= TASK OBJECTIVE =
From the data below, return each line in which the string "attributeOf" is found.

*** MATERIALS PROVIDED ***

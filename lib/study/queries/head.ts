import { sql } from 'kysely'
import type { Actor } from '@/lib/auth/actor'
import type { Db } from '@/lib/db/client'
import { refuse } from '@/lib/http/errors'
import type { ProtocolPlan } from '@/lib/protocol/schema'
import { phaseFraction, type PhaseLine } from '@/lib/science/phase-fraction'
import { studiesOf } from './scope'

export type StudyAmendment = {
  number: number
  kind: string
  sentence: string
  reason: string
  madeBy: string
  madeOn: string
}

/** A study with the day it is in the lab: what every page of it begins with. */
export async function getStudyHead(db: Db, actor: Actor, code: string) {
  const study = await db
    .selectFrom('study')
    .innerJoin('protocolVersion', 'protocolVersion.id', 'study.protocolVersionId')
    .innerJoin('protocol', 'protocol.id', 'protocolVersion.protocolId')
    .innerJoin('person', 'person.id', 'study.createdBy')
    .leftJoin('client', 'client.id', 'study.clientId')
    .select([
      'study.id',
      'study.code',
      'study.title',
      'study.state',
      'study.startedAt',
      'study.startedOn',
      'study.endedOn',
      'study.endWeeks',
      'study.fillG',
      'study.isShared',
      'study.clientId',
      'study.version',
      'study.protocolApproval',
      'study.createdBy',
      'protocol.code as protocolCode',
      'protocol.name as protocolName',
      'protocolVersion.number as protocolNumber',
      'person.name as startedBy',
      'person.initials as startedByInitials',
      'client.name as clientName',
    ])
    .select((eb) => eb.ref('study.plan').$castTo<ProtocolPlan>().as('plan'))
    .select(
      sql<StudyAmendment[]>`(select coalesce(jsonb_agg(jsonb_build_object('number', a.number, 'kind', a.kind,
          'sentence', a.sentence, 'reason', a.reason, 'madeBy', p.name, 'madeOn', (a.made_at at time zone
            coalesce((select time_zone from lab), 'UTC'))::date) order by a.number), '[]')
        from study_amendment a join person p on p.id = a.made_by where a.study_id = study.id)`.as(
        'amendments',
      ),
    )
    .select((eb) => [
      sql<string>`(app_now() at time zone coalesce((select time_zone from lab), 'UTC'))::date`.as('today'),
      eb
        .exists(
          eb
            .selectFrom('studyFollower')
            .select('studyFollower.id')
            .whereRef('studyFollower.studyId', '=', 'study.id')
            .where('studyFollower.personId', '=', actor.personId),
        )
        .as('isFollowing'),
    ])
    .where('study.code', '=', code)
    .where(studiesOf(actor))
    .executeTakeFirst()
  if (!study) throw refuse.notFound()
  return { ...study, isFollowing: Boolean(study.isFollowing) }
}
export type StudyHead = Awaited<ReturnType<typeof getStudyHead>>

/** The study's stations, hottest first as they hang on the sheet, cycles and road at the foot. */
export async function listStudyStations(db: Db, studyId: string) {
  const rows = await db
    .selectFrom('studyStation')
    .innerJoin('station', 'station.id', 'studyStation.stationId')
    .select([
      'studyStation.id',
      'studyStation.position',
      'studyStation.voice',
      'studyStation.isFreezeThaw',
      'studyStation.temperatureC',
      'studyStation.variant',
      'studyStation.endedOn',
      'station.id as stationId',
      'station.name',
      'station.kind',
      'station.cycleLowC',
      'station.cycleHighC',
    ])
    .where('studyStation.studyId', '=', studyId)
    .orderBy('studyStation.position')
    .execute()
  return rows.toSorted((a, b) => heat(b) - heat(a) || a.position - b.position)
}
export type StudyStationRow = Awaited<ReturnType<typeof listStudyStations>>[number]

function heat({ kind, temperatureC }: { kind: string; temperatureC: number | null }): number {
  return kind === 'temperature' && temperatureC !== null ? temperatureC : -1000
}

/** The study's batches with what they are, and the share of their internal phase by mass. */
export async function listStudyBatches(db: Db, studyId: string) {
  const rows = await db
    .selectFrom('studyBatch')
    .innerJoin('batch', 'batch.id', 'studyBatch.batchId')
    .innerJoin('formulaVersion', 'formulaVersion.id', 'batch.formulaVersionId')
    .innerJoin('formula', 'formula.id', 'formulaVersion.formulaId')
    .select(['batch.id', 'batch.code', 'formula.code as formulaCode', 'formula.name as formulaName'])
    .select('formula.emulsionType')
    .select((eb) =>
      eb
        .selectFrom('formulaLine')
        .whereRef('formulaLine.formulaVersionId', '=', 'formulaVersion.id')
        .select(
          sql<PhaseLine[]>`coalesce(jsonb_agg(jsonb_build_object('percent', percent_thousandths / 1000.0,
            'density', density, 'internal', is_internal)), '[]')`.as('lines'),
        )
        .as('lines'),
    )
    .where('studyBatch.studyId', '=', studyId)
    .orderBy('studyBatch.position')
    .execute()
  return rows.map(({ lines, ...batch }) => ({
    ...batch,
    internalPercent: lines?.length ? phaseFraction({ lines }).internalMassPercent : 0,
  }))
}
export type StudyBatchRow = Awaited<ReturnType<typeof listStudyBatches>>[number]
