import { attributeOf, type Describing } from '@/lib/reading/schema/attributes'
import type { SeriesFinding, Standing } from '@/lib/science/series'
import { addDays, spokenDay } from './calendar'
import { degrees, inSentence, type Phrase } from './finding'
import { capital, counted, withVariant } from './words'

type Series = {
  studyStationId: string
  batchId: string
  batchCode: string
  attribute: string
  standing: Standing
  outSinceWeeks: number | null
  leavesAtWeeks: number | null
  used: number | null
  finding: SeriesFinding
}
type Station = { id: string; kind: string; temperatureC: number | null; variant?: string }

/** What the curves say that the sheet does not: the day on which a trend leaves its band, and how sure that is. */
export function curvesFinding(input: {
  study: { startedOn: string; today: string }
  plan: Describing
  stations: Station[]
  batches: { id: string }[]
  series: Series[]
}): { headline: Phrase[]; sentence: string } {
  const { study } = input
  // Words against the initial have no curve.
  const series = input.series.filter(({ attribute }) => !attributeOf(attribute, input.plan).words)
  const day = (weeks: number, withYear = true) =>
    spokenDay(addDays(study.startedOn, Math.round(weeks * 7)), withYear)
  const leaning = series
    .filter((one) => one.standing === 'leaning' && one.leavesAtWeeks !== null)
    // A forecast that has passed says nothing any more: the readings since then do.
    .filter((one) => addDays(study.startedOn, Math.round(one.leavesAtWeeks! * 7)) >= study.today)
    .toSorted((a, b) => a.leavesAtWeeks! - b.leavesAtWeeks!)
  const out = series
    .filter((one) => one.standing === 'out')
    .toSorted((a, b) => (a.outSinceWeeks ?? 0) - (b.outSinceWeeks ?? 0))
  const [first] = leaning
  if (first) {
    const { leavesAtLow, leavesAtHigh, points } = first.finding
    const counting = points.filter((point) => point.counted).length
    const limits =
      leavesAtLow === null || leavesAtHigh === null
        ? `From ${counted(counting, 'reading')}.`
        : `${day(leavesAtLow, false)} to ${day(leavesAtHigh, false)} at 95 % confidence, from ${counted(counting, 'reading')}.`
    return {
      headline: [
        ...where(input, first, true),
        {
          text: ` ${inSentence(first.attribute)} leaves its band about ${day(first.leavesAtWeeks!)}`,
          isStrong: false,
        },
      ],
      sentence: [limits, ...out.slice(0, 2).map((one) => outSentence(input, one, day))].join(' '),
    }
  }
  const [worst] = out
  if (worst) {
    return {
      headline: [
        ...where(input, worst, true),
        {
          text: ` ${inSentence(worst.attribute)} left its band${worst.outSinceWeeks === null ? '' : ` about ${day(worst.outSinceWeeks)}`}`,
          isStrong: false,
        },
      ],
      sentence: out
        .slice(1, 3)
        .map((one) => outSentence(input, one, day))
        .join(' '),
    }
  }
  const nearest = series.filter((one) => (one.used ?? 0) > 0.005).toSorted((a, b) => b.used! - a.used!)[0]
  const isTold = series.some((one) => one.standing !== 'untold')
  return {
    headline: isTold
      ? [
          { text: 'No trend', isStrong: true },
          { text: ' leads out of its band', isStrong: false },
        ]
      : [{ text: 'Too few readings for a trend', isStrong: false }],
    sentence: nearest
      ? `Nearest its edge: ${inSentence(nearest.attribute)} ${text(where(input, nearest, false))}, ${Math.round(nearest.used! * 100)} % of the band used.`
      : 'A trend needs five time points, the initial among them.',
  }
}

function outSentence(
  input: { stations: Station[]; batches: { id: string }[] },
  one: Series,
  day: (weeks: number, withYear?: boolean) => string,
): string {
  const since = one.outSinceWeeks === null ? 'is out' : `left its band about ${day(one.outSinceWeeks, false)}`
  return `${capital(text(where(input, one, true)))} ${inSentence(one.attribute)} ${since}.`
}

function where(
  { stations, batches }: { stations: Station[]; batches: { id: string }[] },
  one: Series,
  isFirst: boolean,
): Phrase[] {
  const station = stations.find((s) => s.id === one.studyStationId)
  const [before, name] =
    station?.kind === 'freeze-thaw'
      ? ['in ', 'freeze-thaw']
      : station?.kind === 'transport'
        ? ['on the ', 'road']
        : ['at ', withVariant(degrees(station?.temperatureC ?? null), station?.variant)]
  const batch = batches.length > 1 ? [{ text: ` in ${one.batchCode}`, isStrong: false }] : []
  return [
    { text: isFirst ? capital(before) : before, isStrong: false },
    { text: name, isStrong: true },
    ...batch,
  ]
}

function text(phrases: Phrase[]): string {
  return phrases.map((phrase) => phrase.text).join('')
}
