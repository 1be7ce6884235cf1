import { sql } from 'kysely'
import type { Actor } from '@/lib/auth/actor'
import type { Trx } from '@/lib/db/client'
import { refuse } from '@/lib/http/errors'
import type { IngredientInput } from './schema'

/** Adds an ingredient; the same id again answers with what stands, the same name under another id is refused. */
export async function addIngredient(trx: Trx, _actor: Actor, input: IngredientInput) {
  const existing = await trx
    .selectFrom('ingredient')
    .select(['id', 'inciName'])
    .where((eb) =>
      eb.or([eb('id', '=', input.id), eb(sql`lower(inci_name)`, '=', input.inciName.toLowerCase())]),
    )
    .execute()
  const same = existing.find((row) => row.id === input.id)
  if (same && same.inciName === input.inciName) return same
  const taken = existing[0]
  if (taken) {
    throw refuse.conflict(`${taken.inciName} is already among the ingredients. Choose it from the list.`, {
      ingredientId: taken.id,
    })
  }
  return trx
    .insertInto('ingredient')
    .values({ ...input })
    .returning(['id', 'inciName'])
    .executeTakeFirstOrThrow()
}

*** End of MATERIALS PROVIDED ***

= EXERCISE RESPONSE =
import { attributeOf, type Describing } from '@/lib/reading/schema/attributes'
  const series = input.series.filter(({ attribute }) => !attributeOf(attribute, input.plan).words)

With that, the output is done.